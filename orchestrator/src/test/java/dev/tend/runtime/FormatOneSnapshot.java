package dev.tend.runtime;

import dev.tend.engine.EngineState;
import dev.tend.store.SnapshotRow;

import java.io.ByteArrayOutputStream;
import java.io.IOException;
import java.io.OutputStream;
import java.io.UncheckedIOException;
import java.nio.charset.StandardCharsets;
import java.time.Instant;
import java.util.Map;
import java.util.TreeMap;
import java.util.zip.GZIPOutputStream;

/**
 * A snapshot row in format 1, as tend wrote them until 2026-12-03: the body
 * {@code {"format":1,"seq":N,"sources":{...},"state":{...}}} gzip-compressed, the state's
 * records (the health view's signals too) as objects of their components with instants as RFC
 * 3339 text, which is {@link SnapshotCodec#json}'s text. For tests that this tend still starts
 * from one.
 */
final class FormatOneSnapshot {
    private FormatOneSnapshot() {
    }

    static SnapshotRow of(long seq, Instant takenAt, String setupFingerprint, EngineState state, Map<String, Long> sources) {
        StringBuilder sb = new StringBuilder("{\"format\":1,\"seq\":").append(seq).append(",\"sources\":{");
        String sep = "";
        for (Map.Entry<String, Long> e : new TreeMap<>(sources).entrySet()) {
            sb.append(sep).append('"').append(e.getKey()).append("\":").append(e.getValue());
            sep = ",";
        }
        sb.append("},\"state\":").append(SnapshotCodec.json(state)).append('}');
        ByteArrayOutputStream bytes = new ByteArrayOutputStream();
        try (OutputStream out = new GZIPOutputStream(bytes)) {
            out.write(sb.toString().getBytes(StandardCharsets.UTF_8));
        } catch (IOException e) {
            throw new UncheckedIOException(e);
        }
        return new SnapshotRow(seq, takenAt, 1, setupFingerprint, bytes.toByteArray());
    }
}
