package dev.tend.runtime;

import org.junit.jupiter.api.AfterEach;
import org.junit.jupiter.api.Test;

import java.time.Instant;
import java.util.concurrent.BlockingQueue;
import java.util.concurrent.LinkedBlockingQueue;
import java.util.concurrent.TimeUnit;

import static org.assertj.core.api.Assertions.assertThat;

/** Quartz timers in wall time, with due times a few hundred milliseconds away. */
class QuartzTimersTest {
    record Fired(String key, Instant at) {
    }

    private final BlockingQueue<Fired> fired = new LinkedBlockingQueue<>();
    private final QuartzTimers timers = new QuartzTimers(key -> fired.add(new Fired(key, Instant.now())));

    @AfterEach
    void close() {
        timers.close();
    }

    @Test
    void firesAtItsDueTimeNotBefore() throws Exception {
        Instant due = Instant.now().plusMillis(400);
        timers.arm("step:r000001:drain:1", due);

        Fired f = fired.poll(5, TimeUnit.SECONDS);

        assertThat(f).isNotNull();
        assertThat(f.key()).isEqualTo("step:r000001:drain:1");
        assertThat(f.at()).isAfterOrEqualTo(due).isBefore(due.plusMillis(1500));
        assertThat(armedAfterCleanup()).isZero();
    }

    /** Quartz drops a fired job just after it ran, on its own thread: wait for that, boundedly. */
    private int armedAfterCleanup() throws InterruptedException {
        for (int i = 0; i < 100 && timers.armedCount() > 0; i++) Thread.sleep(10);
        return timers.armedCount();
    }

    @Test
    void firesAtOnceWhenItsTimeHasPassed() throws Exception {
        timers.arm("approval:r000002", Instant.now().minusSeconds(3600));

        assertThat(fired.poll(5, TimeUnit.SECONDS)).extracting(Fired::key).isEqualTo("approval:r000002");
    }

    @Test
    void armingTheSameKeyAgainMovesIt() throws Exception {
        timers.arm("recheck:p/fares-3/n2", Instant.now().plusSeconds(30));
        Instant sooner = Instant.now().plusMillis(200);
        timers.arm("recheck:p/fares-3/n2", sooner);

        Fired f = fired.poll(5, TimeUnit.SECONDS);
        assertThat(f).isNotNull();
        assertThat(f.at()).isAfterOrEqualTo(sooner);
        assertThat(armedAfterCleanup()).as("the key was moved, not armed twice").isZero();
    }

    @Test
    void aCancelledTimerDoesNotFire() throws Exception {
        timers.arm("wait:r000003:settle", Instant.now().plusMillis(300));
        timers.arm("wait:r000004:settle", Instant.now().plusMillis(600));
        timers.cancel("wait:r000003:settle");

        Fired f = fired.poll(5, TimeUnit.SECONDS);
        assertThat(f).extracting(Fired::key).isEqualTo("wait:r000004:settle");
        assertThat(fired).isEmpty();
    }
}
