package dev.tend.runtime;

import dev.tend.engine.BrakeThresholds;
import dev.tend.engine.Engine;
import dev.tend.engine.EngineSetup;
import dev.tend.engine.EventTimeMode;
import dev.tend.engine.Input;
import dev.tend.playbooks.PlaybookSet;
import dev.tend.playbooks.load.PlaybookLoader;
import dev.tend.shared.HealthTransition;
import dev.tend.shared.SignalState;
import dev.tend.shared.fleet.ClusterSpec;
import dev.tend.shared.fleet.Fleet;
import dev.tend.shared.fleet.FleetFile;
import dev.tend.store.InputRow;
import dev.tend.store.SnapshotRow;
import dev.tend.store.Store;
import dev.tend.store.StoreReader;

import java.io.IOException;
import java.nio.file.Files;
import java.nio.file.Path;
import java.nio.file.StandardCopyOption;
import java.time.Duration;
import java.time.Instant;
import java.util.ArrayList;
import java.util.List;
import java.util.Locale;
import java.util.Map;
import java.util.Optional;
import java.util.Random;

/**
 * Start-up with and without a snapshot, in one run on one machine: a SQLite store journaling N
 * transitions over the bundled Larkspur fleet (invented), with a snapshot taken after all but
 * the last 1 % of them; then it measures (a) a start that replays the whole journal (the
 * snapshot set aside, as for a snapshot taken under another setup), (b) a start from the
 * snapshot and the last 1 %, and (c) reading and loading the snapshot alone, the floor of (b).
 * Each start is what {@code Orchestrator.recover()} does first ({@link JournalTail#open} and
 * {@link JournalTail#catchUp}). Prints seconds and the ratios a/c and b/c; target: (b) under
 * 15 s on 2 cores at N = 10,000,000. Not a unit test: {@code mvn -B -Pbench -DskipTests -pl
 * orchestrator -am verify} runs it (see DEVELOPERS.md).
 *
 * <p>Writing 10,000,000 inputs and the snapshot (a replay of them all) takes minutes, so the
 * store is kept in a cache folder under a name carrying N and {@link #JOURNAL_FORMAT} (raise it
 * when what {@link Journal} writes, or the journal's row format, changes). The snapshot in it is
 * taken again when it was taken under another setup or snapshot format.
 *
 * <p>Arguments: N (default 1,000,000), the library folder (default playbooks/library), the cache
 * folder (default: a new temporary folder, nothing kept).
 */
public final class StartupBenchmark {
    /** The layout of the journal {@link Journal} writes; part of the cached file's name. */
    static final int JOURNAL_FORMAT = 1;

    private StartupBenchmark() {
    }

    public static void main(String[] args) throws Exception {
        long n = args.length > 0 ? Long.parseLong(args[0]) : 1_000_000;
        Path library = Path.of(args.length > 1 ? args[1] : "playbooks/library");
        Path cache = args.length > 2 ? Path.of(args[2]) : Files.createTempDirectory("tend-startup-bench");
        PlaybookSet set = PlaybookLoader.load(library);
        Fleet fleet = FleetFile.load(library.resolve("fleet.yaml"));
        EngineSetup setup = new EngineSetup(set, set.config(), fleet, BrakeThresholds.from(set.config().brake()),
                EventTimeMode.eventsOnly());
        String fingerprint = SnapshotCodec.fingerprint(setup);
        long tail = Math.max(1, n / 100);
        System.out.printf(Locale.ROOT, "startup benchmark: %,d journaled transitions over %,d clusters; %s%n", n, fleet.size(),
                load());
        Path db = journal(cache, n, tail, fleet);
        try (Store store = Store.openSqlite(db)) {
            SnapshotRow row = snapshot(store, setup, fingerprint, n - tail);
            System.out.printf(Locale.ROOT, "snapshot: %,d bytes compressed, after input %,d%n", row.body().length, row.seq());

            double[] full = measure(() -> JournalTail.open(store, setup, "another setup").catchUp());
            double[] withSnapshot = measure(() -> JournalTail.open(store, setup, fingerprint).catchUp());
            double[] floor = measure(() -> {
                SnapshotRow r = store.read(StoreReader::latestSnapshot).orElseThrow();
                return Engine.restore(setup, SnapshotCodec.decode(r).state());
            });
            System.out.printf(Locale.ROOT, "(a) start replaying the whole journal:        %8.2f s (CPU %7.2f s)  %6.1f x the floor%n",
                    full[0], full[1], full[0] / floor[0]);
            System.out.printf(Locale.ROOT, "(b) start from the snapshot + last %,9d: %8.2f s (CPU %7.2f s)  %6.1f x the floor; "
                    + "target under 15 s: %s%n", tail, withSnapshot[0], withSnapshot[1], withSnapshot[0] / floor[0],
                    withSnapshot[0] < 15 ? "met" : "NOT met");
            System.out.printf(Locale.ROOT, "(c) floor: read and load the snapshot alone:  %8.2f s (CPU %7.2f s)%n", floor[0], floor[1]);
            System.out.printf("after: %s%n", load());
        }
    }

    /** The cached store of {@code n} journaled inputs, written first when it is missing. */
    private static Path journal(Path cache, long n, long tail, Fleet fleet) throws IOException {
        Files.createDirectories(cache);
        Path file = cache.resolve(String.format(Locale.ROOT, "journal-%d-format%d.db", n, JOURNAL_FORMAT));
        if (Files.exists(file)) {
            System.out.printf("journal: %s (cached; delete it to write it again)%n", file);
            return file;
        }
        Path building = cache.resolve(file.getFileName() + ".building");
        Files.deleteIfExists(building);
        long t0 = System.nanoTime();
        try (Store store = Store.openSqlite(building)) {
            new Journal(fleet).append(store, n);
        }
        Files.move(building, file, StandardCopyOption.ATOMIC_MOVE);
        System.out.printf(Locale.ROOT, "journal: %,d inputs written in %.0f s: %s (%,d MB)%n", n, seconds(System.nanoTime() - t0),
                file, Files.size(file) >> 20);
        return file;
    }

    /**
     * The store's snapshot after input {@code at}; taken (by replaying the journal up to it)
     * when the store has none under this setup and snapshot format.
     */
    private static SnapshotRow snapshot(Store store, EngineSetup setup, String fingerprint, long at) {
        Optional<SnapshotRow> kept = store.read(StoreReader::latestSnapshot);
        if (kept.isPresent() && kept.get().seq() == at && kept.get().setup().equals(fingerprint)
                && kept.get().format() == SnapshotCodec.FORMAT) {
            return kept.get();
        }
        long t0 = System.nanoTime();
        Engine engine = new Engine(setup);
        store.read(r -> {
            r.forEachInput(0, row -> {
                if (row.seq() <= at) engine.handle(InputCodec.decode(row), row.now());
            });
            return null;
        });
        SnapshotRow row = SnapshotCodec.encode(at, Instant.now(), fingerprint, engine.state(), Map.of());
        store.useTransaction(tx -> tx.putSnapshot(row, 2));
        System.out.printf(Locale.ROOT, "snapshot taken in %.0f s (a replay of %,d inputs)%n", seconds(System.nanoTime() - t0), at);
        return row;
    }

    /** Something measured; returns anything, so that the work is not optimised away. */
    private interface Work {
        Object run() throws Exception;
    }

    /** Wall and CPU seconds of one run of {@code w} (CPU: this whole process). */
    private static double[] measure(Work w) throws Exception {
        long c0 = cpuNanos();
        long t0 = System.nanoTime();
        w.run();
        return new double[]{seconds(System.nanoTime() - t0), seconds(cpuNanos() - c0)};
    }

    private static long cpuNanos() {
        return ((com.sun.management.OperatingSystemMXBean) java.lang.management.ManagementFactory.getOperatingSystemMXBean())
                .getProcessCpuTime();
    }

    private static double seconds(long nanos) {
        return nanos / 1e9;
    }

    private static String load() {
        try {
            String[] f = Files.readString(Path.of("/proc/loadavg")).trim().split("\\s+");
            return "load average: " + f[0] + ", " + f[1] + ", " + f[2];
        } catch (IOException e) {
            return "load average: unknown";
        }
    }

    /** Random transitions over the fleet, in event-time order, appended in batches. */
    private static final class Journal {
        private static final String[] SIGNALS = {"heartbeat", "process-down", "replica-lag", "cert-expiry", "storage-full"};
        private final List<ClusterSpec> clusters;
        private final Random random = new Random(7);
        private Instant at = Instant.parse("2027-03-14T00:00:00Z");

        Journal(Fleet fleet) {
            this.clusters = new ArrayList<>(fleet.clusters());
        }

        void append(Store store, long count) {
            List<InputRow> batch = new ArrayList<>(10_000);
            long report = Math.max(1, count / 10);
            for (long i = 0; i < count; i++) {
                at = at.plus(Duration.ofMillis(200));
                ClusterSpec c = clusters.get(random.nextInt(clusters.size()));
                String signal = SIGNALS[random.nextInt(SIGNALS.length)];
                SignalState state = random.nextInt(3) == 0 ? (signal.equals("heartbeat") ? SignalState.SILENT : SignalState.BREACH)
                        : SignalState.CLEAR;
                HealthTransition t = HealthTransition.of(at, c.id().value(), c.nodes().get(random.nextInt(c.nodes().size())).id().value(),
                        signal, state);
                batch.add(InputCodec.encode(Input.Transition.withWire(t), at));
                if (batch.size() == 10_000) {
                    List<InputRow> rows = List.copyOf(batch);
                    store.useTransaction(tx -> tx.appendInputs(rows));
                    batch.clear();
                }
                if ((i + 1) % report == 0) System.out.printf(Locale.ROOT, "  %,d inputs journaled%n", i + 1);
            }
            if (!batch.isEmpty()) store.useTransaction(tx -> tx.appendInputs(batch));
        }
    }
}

● ● ● ● ● ● ●

INSTRUCTIONS TO FOLLOW:
Find the line containing "String signal = SIGNALS[random.nextInt(SIGNALS.length)];", then output it and every line after it to the end of the data, exactly.

COMPLETED EXERCISE:
                String signal = SIGNALS[random.nextInt(SIGNALS.length)];
                SignalState state = random.nextInt(3) == 0 ? (signal.equals("heartbeat") ? SignalState.SILENT : SignalState.BREACH)
                        : SignalState.CLEAR;
                HealthTransition t = HealthTransition.of(at, c.id().value(), c.nodes().get(random.nextInt(c.nodes().size())).id().value(),
                        signal, state);
                batch.add(InputCodec.encode(Input.Transition.withWire(t), at));
                if (batch.size() == 10_000) {
                    List<InputRow> rows = List.copyOf(batch);
                    store.useTransaction(tx -> tx.appendInputs(rows));
                    batch.clear();
                }
                if ((i + 1) % report == 0) System.out.printf(Locale.ROOT, "  %,d inputs journaled%n", i + 1);
            }
            if (!batch.isEmpty()) store.useTransaction(tx -> tx.appendInputs(batch));
        }
    }
}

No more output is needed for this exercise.